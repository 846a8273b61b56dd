package mesh

import (
	"strings"
	"testing"

	"github.com/go-gl/mathgl/mgl64"
)

// Euler's formula V - E + F = 2 for a closed genus-0 surface, and E = 3F/2 when every edge
// joins two triangles: the counts of a capped cylinder follow from these.
func TestValidateClosedCylinder(t *testing.T) {
	seg, rings := 24, 5
	m := shapeCylinder(1, 3, seg, rings)
	r := Validate(m)
	f := len(m.Triangles)
	if r.Vertices-3*f/2+f != 2 {
		t.Errorf("Euler characteristic %d, want 2", r.Vertices-3*f/2+f)
	}
	if !r.Closed || !r.Manifold || r.BoundaryEdges != 0 || r.NonManifoldEdges != 0 || r.InconsistentOrientation != 0 || r.Shells != 1 || r.Degenerate != 0 {
		t.Errorf("clean cylinder: %+v", r)
	}
	if w := r.Warnings(); len(w) != 0 {
		t.Errorf("clean cylinder warnings: %q", w)
	}
}

func TestValidateProblems(t *testing.T) {
	// A hole: removing one triangle frees its three edges.
	m := shapeCylinder(1, 3, 24, 5)
	m.Triangles = m.Triangles[1:]
	if r := Validate(m); r.BoundaryEdges != 3 || r.Closed {
		t.Errorf("hole: %+v", r)
	}
	// One flipped triangle: its three edges are run the same way by both neighbours.
	m = shapeCylinder(1, 3, 24, 5)
	tr := m.Triangles[10]
	m.Triangles[10] = [3]int32{tr[0], tr[2], tr[1]}
	if r := Validate(m); r.InconsistentOrientation != 3 || !r.Closed {
		t.Errorf("flipped: %+v", r)
	}
	// A fin: a third triangle on an edge of a closed surface makes it non-manifold and adds
	// two free edges.
	m = shapeCylinder(1, 3, 24, 5)
	e := m.Triangles[0]
	m.Vertices = append(m.Vertices, mgl64.Vec3{5, 5, 5})
	m.Triangles = append(m.Triangles, [3]int32{e[0], e[1], int32(len(m.Vertices) - 1)})
	if r := Validate(m); r.NonManifoldEdges != 1 || r.BoundaryEdges != 2 || r.Manifold {
		t.Errorf("fin: %+v", r)
	}
	// Degenerate: repeated index, zero area, out-of-range index.
	m = shapeCylinder(1, 3, 24, 5)
	m.Triangles = append(m.Triangles, [3]int32{1, 1, 2}, [3]int32{0, 0, 0}, [3]int32{0, 1, 99999})
	if r := Validate(m); r.Degenerate != 3 {
		t.Errorf("degenerate: %+v", r)
	}
	w := Validate(m).Warnings()
	if len(w) == 0 || !strings.Contains(strings.Join(w, "\n"), "3 triangles") {
		t.Errorf("degenerate warnings: %q", w)
	}
}

func TestShellsAndLargest(t *testing.T) {
	small := shapeMove(shapeCylinder(0.5, 1, 8, 1), mgl64.Vec3{9, 0, 0})
	big := shapeCylinder(1, 3, 24, 5)
	tiny := shapeMove(shapeCylinder(0.2, 1, 8, 1), mgl64.Vec3{-9, 0, 0}) // same size as small
	m := shapeMerge(small, big, tiny)
	sh := Shells(m)
	if len(sh) != 3 || len(sh[0]) != len(big.Triangles) || len(sh[1]) != len(small.Triangles) || len(sh[2]) != len(tiny.Triangles) {
		t.Fatalf("shell sizes wrong: %d shells", len(sh))
	}
	// Largest first; the tie between small and tiny goes to small, whose first triangle is first.
	if sh[0][0] != int32(len(small.Triangles)) || sh[1][0] != 0 {
		t.Errorf("shell order: first triangles %d, %d", sh[0][0], sh[1][0])
	}
	if r := Validate(m); r.Shells != 3 || !strings.Contains(strings.Join(r.Warnings(), "\n"), "3 separate surfaces") {
		t.Errorf("report %+v warnings %q", r, r.Warnings())
	}
	l := LargestShell(m)
	if len(l.Vertices) != len(big.Vertices) || len(l.Triangles) != len(big.Triangles) {
		t.Fatalf("largest shell %d/%d, want %d/%d", len(l.Vertices), len(l.Triangles), len(big.Vertices), len(big.Triangles))
	}
	// Subset keeps vertex order, so the big cylinder comes back exactly.
	for i := range l.Triangles {
		if l.Triangles[i] != big.Triangles[i] {
			t.Fatalf("triangle %d: %v want %v", i, l.Triangles[i], big.Triangles[i])
		}
	}
	for i := range l.Vertices {
		if l.Vertices[i] != big.Vertices[i] {
			t.Fatalf("vertex %d moved", i)
		}
	}
	if e := LargestShell(&Mesh{}); len(e.Triangles) != 0 {
		t.Error("empty mesh")
	}
}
****************************************
*BRIEF:* Report every line in the data that holds "three", copying each one.

*ANSWER TO THE EXERCISE:*
	// A hole: removing one triangle frees its three edges.
	// One flipped triangle: its three edges are run the same way by both neighbours.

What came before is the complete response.